A few months later, I asked Chadwick to star in my film as Thurgood Marshall. He was reluctant. He loved the script and we wanted to work together, but he wasn’t sure if he wanted to play another historical character. Given he was the only person with the gravitas to play the role and the star power to get the movie made, I needed him to say yes.
So, I asked him, “Do you think a Thurgood Marshall should be made?” “Yes, of course” he said. “Well if you say yes, there will be a movie,” I replied. Chadwick was taken aback by the high-pressure tactic, but he understood the historical implications of Marshall’s career. For the greater good, he agreed to do the movie.
The experience was glorious. One of the blessings of the show was shooting in Buffalo. Being a small but lovely town, we spent a lot of time having fun together. By the time Chadwick, Josh Gad and Sterling K. Brown were singing Boyz II Men songs together in perfect harmony while on set, you knew the cast had chemistry.
When we were on the road promoting the film, two moments really stick out for me. One was after an interview when we were given a book on the Black people who did the construction of the White House. We were both so excited to get the book. What a pair of nerds!
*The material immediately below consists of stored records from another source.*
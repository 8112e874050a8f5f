/**
 * The ILC bias: with the covariance estimated from the same N_p independent samples the weights are
 * applied to, the empirical minimisation uses the m − 1 free directions of the weights to cancel the
 * part of the target that happens to correlate with the contaminants, so a fraction ≈ (m − 1)/N_p of
 * the target is lost (Delabrouille et al. 2009, A&A 493, 835, their discussion of the ILC bias;
 * section number not checked). With k linear constraints (the target plus k − 1 deprojected components) only m − k
 * directions are free, so the fraction becomes (m − k)/N_p (the same argument with m − k free
 * directions; our generalisation).
 *
 * N_p counts real degrees of freedom: a stored half-plane Fourier mode with a conjugate partner that
 * is not stored carries two (its real and imaginary parts), a self-conjugate one carries one, which
 * is exactly the layout's hermitianWeight. When modes enter the covariance with weights u_k (a smooth
 * ell window squared), the effective count is Kish's (Σ d_k u_k)² / Σ d_k u_k² (Kish 1965, Survey
 * Sampling, §11.7); an apodisation window w(x) further correlates neighbouring modes and scales the
 * count by ⟨w²⟩²/⟨w⁴⟩ (Hivon et al. 2002, ApJ 567, 2, the w2²/w4
 * factor in their degrees-of-freedom count; equation number from memory, not checked).
 */

/** Fraction of the target cancelled by the ILC in one domain: (m − k)/N_p (Delabrouille et al. 2009). */
export function ilcBiasFraction(bandCount: number, constraintCount: number, independentModes: number): number {
  if (!(independentModes > 0)) return Infinity;
  return Math.max(0, bandCount - constraintCount) / independentModes;
}

/**
 * Effective number of independent real samples in a weighted sum over modes:
 * (Σ d_k u_k)² / Σ d_k u_k², with d_k the real degrees of freedom of mode k and u_k ≥ 0 its weight.
 */
export function effectiveModeCount(dof: Float64Array, weight: Float64Array): number {
  let s1 = 0;
  let s2 = 0;
  for (let k = 0; k < dof.length; k++) {
    const u = weight[k] as number;
    if (u === 0) continue;
    const d = dof[k] as number;
    s1 += d * u;
    s2 += d * u * u;
  }
  return s2 > 0 ? (s1 * s1) / s2 : 0;
}

/**
 * The factor ⟨w²⟩²/⟨w⁴⟩ (≤ 1) by which an apodisation window w reduces the number of independent
 * Fourier modes (Hivon et al. 2002, ApJ 567, 2). 1 for a window that is 1 everywhere.
 */
export function apodisationModeFactor(window: Float64Array): number {
  let w2 = 0;
  let w4 = 0;
  for (let i = 0; i < window.length; i++) {
    const v = (window[i] as number) ** 2;
    w2 += v;
    w4 += v * v;
  }
  if (w4 === 0) return 0;
  return (w2 * w2) / (w4 * window.length);
}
The second was when he was giving the keynote speech at the national NAACP convention. The meeting was in Baltimore, Thurgood’s hometown. He wrote his own speech, polishing it for days. It was powerful, and perfect. What a writer and orator!
“Did you know? You must have known.” I didn’t know. As everyone was calling each other, comforting and remembering Chadwick, the question comes up very quickly in every conversation. From what I can tell, no one knew. Chadwick was beloved by everyone, but he was a quiet, introspective man, who was a dedicated artist and didn’t have use for the trappings of stardom. He kept a small, tight circle of very close friends, who are all talented in their own right, and his wife Simone, who he adored. His team was so loyal that anyone who knew of his illness kept it private.
He would never let disease define him. But more than that, he was a warrior that made every minute count and didn’t let a cancer diagnosis stop him from being his best self.
Chadwick’s dedication to his art was absolute. His love for his culture endless. His thirst for knowledge unquenchable. We lost a great man.